Rip Curl 2017 Gromsearch - 720x120

More Essential Surf Etiquette Rules

A guide to surf etiquette tailored to the needs of beginner surfers. There are more surf etiquette rules you need to be aware of and to abide by, particularly as you progress beyond the white water and take your place in the line-up.

snapper-crowd-resize
Photo source: boardcave.com.au

Don’t snake
“Snaking” is paddling around other surfers and towards the peak, thereby jumping the queue and stealing priority. It is in most cases the moral equivalent to dropping-in, but is sneakier and less flagrant. You will still go to hell, Lucifer being the original snake.

Don’t be a wave hog
Take turns. And if you ride a longer board or SUP, which enables you to catch waves much earlier than shortboarders can, and to navigate the line-up much faster, don’t abuse this power. If you’ve just paddled out at a spot and there are other surfers already in the line-up, consider yourself back of the queue.

Priority dilemmas
There are lots of different types of wave, some of which throw up interesting etiquette questions. If the wave is an “A-Frame” for example, ie. it peels in both directions, and there are two surfers on either side of the peak what do you do? Well, the generally accepted rule is that the polite thing to do is to “split the peak”. The two surfers thus keep to their respective sides and go opposite ways, as opposed, say, to the surfer in position for the left paddling for the right and causing the other surfer to go without. In these sorts of situation, always try to communicate your intentions.

If a wave peels towards itself, meeting in the middle, and there are two surfers heading straight towards each other, neither surfer has right of way (unless one surfer was up and riding long before the other). It’s essentially a game of chicken, and the most sensible thing to do is “kick out” of the wave early to avoid a collision.

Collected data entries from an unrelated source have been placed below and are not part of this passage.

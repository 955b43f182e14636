import request from 'supertest';
import { QueryTypes } from 'sequelize';
import { beforeEach, describe, expect, it } from 'vitest';
import { signLink } from '../../server/mail/signedLinks';
import { Outage } from '../../server/models';
import { buildUser, call, signIn, SIGNED_OUT, type TestContext, useApi } from '../helpers/api';
import { alertScene, silenceCheck } from '../helpers/alertScene';
import { manualClock } from '../helpers/clock';
import { topologyScene } from '../helpers/topologyScene';

const clock = manualClock();
let day = 1;
// Report interval 60 s and three missed intervals: offline 180 s after the last report.
const OFFLINE_AFTER_S = 181;

/** The link in a person's outage mail for this outage (recovery or acknowledge). */
async function linkInMail(ctx: TestContext, outageId: number, userId: number, kind: 'recover' | 'acknowledge') {
  const rows = await ctx.sequelize.query<{ text_body: string }>('SELECT text_body FROM outbox WHERE outage_id = $1 AND recipient_user_id = $2 ORDER BY id', {
    bind: [outageId, userId],
    type: QueryTypes.SELECT,
  });
  const pattern = kind === 'recover' ? /\/recover\?t=([A-Za-z0-9._-]+)/ : /\/acknowledge\?t=([A-Za-z0-9._-]+)/;
  const found = rows.map((r) => pattern.exec(r.text_body)?.[1]).find(Boolean);
  if (!found) throw new Error(`no ${kind} link in the mail to user ${userId}`);
  return found;
}

/** A reporting node that then goes silent long enough to open an outage (mail written at once). */
async function downScene(ctx: TestContext) {
  const s = await alertScene(ctx, { nodeName: `mill-${day}`, siteName: `Mill roof ${day}`, hostName: 'Ada Quist' });
  expect((await s.report()).status).toBe(202);
  clock.advance(OFFLINE_AFTER_S);
  await silenceCheck(ctx);
  const outage = (await Outage.findOne({ where: { nodeId: s.node.id, endedAt: null } }))!;
  expect(outage).not.toBeNull();
  return { ...s, outage };
}

describe('host recovery steps on an outage', () => {
  const ctx = useApi({ now: clock.now });
  beforeEach(async () => {
    clock.set(`2026-09-${String(day++).padStart(2, '0')}T12:00:00Z`);
    ctx.config.alertGraceS = null;
    await silenceCheck(ctx); // earlier tests' nodes go quiet here
  });

  it('POST /outages/:id/host-steps: 401, 400 per field, 404 out of scope, 201 for the host and the operator, then in the timeline', async () => {
    const s = await downScene(ctx);
    const url = `/api/v1/outages/${s.outage.id}/host-steps`;
    const out = await request(ctx.app).post(url).send({ step: 'checked-power' });
    expect(out.status).toBe(401);
    expect(out.body.error).toMatchObject(SIGNED_OUT);

    const host = await signIn(ctx, s.host);
    const bad = await call(host, 'post', url, { step: 'climbed-the-mast', note: 'x'.repeat(501) });
    expect(bad.status).toBe(400);
    expect(bad.body.error.details).toEqual([
      { path: 'step', message: 'step must be one of checked-power, replugged-injector, restarted-router, cannot-reach, other' },
      { path: 'note', message: 'note must be at most 500 characters' },
    ]);

    for (const stranger of [s.otherHost, s.otherOperator]) {
      const res = await call(await signIn(ctx, stranger), 'post', url, { step: 'checked-power' });
      expect(res.status).toBe(404);
    }
    const big = await call(await signIn(ctx, s.operator), 'post', '/api/v1/outages/99999999999/host-steps', { step: 'other' });
    expect(big.status).toBe(404);

    const mine = await call(host, 'post', url, { step: 'replugged-injector', note: '  the light came on  ' });
    expect(mine.status).toBe(201);
    expect(mine.body.data).toEqual({
      at: clock.now().toISOString(),
      kind: 'host-step',
      step: 'replugged-injector',
      byUserId: s.host.id,
      text: 'Ada Quist (host) unplugged the PoE injector, waited 10 s and plugged it back in: the light came on',
    });
    clock.advance(30);
    const byOperator = await call(await signIn(ctx, s.operator), 'post', url, { step: 'other', note: 'Phoned Ada: the mains breaker had tripped' });
    expect(byOperator.status).toBe(201);

    // A cap keeps a leaked link from filling the timeline.
    await ctx.sequelize.query(`INSERT INTO outage_host_steps (outage_id, step, by_user_id, at) SELECT $1, 'other', $2, $3 FROM generate_series(1, 98)`, {
      bind: [s.outage.id, s.host.id, clock.now()],
    });
    const capped = await call(host, 'post', url, { step: 'checked-power' });
    expect(capped.status).toBe(409);
    expect(capped.body.error.message).toMatch(/already has 100 recorded steps/);
    await ctx.sequelize.query(`DELETE FROM outage_host_steps WHERE outage_id = $1 AND note IS NULL AND step = 'other'`, { bind: [s.outage.id] });

    const detail = await call(await signIn(ctx, s.operator), 'get', `/api/v1/outages/${s.outage.id}`);
    expect(detail.status).toBe(200);
    expect(detail.body.data.abilities.recordHostStep).toBe(true);
    expect(detail.body.data.timeline.map((e: { kind: string }) => e.kind)).toEqual(['opened', 'host-step', 'host-step']);
    expect(detail.body.data.timeline[2]).toMatchObject({ byUserId: s.operator.id, text: `${s.operator.name} phoned Ada: the mains breaker had tripped` });
  });

  it('the host opens the mail link without a password, sees the checklist state and records steps; bad links get 400 or 410', async () => {
    const s = await downScene(ctx);
    const t = await linkInMail(ctx, s.outage.id, s.host.id, 'recover');

    const page = await request(ctx.app).get('/api/v1/recovery').query({ t });
    expect(page.status).toBe(200);
    expect(page.headers['cache-control']).toBe('no-store');
    expect(page.body.data).toMatchObject({
      outageId: s.outage.id,
      node: { id: s.node.id, name: s.node.name, state: 'offline' },
      siteName: s.site.name,
      upstream: null,
      steps: [],
      endedAt: null,
      operators: [{ name: s.operator.name }],
      acknowledgedBy: null,
    });
    expect(page.body.data.whatNext).toContain(s.operator.name);

    const step = await request(ctx.app).post('/api/v1/recovery/host-steps').send({ t, step: 'checked-power' });
    expect(step.status).toBe(201);
    expect(step.body.data).toMatchObject({ kind: 'host-step', step: 'checked-power', byUserId: s.host.id, text: 'Ada Quist (host) checked the power' });
    expect((await request(ctx.app).get('/api/v1/recovery').query({ t })).body.data.steps).toHaveLength(1);

    const invalid = await request(ctx.app).post('/api/v1/recovery/host-steps').send({ t, step: 'rebooted-the-internet' });
    expect(invalid.status).toBe(400);
    expect(invalid.body.error.details[0].path).toBe('step');
    const missing = await request(ctx.app).post('/api/v1/recovery/host-steps').send({ step: 'other' });
    expect(missing.status).toBe(400);
    expect(missing.body.error.details[0]).toEqual({ path: 't', message: 't is required: open the page from the link in your e-mail' });

    // A changed outage id breaks the signature; an operator's acknowledge link is not a recovery link.
    const tampered = t.replace(`.${s.outage.id}.`, `.${s.outage.id + 1}.`);
    expect((await request(ctx.app).get('/api/v1/recovery').query({ t: tampered })).body.error.code).toBe('bad_link');
    const ack = await linkInMail(ctx, s.outage.id, s.operator.id, 'acknowledge');
    expect((await request(ctx.app).get('/api/v1/recovery').query({ t: ack })).status).toBe(400);
    expect((await request(ctx.app).get('/api/v1/recovery')).status).toBe(400);

    // A link for someone who no longer hosts the node: 403; and every link expires (48 h by default).
    const formerHost = await buildUser({ role: 'host' });
    const exp = Math.floor(clock.now().getTime() / 1000) + 3600;
    const notTheirs = signLink(ctx.config.sessionSecret, { purpose: 'recover', userId: formerHost.id, outageId: s.outage.id, expiresAtS: exp });
    expect((await request(ctx.app).get('/api/v1/recovery').query({ t: notTheirs })).status).toBe(403);
    clock.advance(ctx.config.recoveryLinkHours * 3600 + 1);
    const late = await request(ctx.app).get('/api/v1/recovery').query({ t });
    expect(late.status).toBe(410);
    expect(late.body.error.code).toBe('link_expired');
  });

  it('a host cut off behind an upstream failure is told nothing is needed at their place, and cannot record steps', async () => {
    const s = await topologyScene(ctx, clock);
    await s.reportAll();
    await s.runFor(OFFLINE_AFTER_S, [s.uplink.node, s.relay.node, s.farLeaf.node, s.twoPaths.node]);
    await silenceCheck(ctx);
    const root = (await Outage.findOne({ where: { nodeId: s.backhaul.node.id, endedAt: null } }))!;
    const leaf = s.leaves[0];
    const t = await linkInMail(ctx, root.id, leaf.host.id, 'recover');
    const page = await request(ctx.app).get('/api/v1/recovery').query({ t });
    expect(page.status).toBe(200);
    expect(page.body.data).toMatchObject({
      node: { id: leaf.node.id, state: 'stranded' },
      upstream: { nodeName: s.backhaul.node.name, siteName: `${s.backhaul.node.name} roof` },
    });
    const step = await request(ctx.app).post('/api/v1/recovery/host-steps').send({ t, step: 'checked-power' });
    expect(step.status).toBe(409);
    expect(step.body.error.message).toMatch(/^Nothing is needed at your place/);
    // The root's own host gets the checklist, with no upstream cause.
    const own = await linkInMail(ctx, root.id, s.backhaul.host.id, 'recover');
    expect((await request(ctx.app).get('/api/v1/recovery').query({ t: own })).body.data.upstream).toBeNull();
  });
});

Try not to get in the way when paddling out
Wherever possible, paddle around the side of the peak to get out into the line-up, rather than straight through the middle of it where people are riding waves. If someone is surfing straight towards you along the open face as you’re paddling out, alter your course towards the white-water and take the beating, unless you can be sure of making it over the wave before the surfer reaches you.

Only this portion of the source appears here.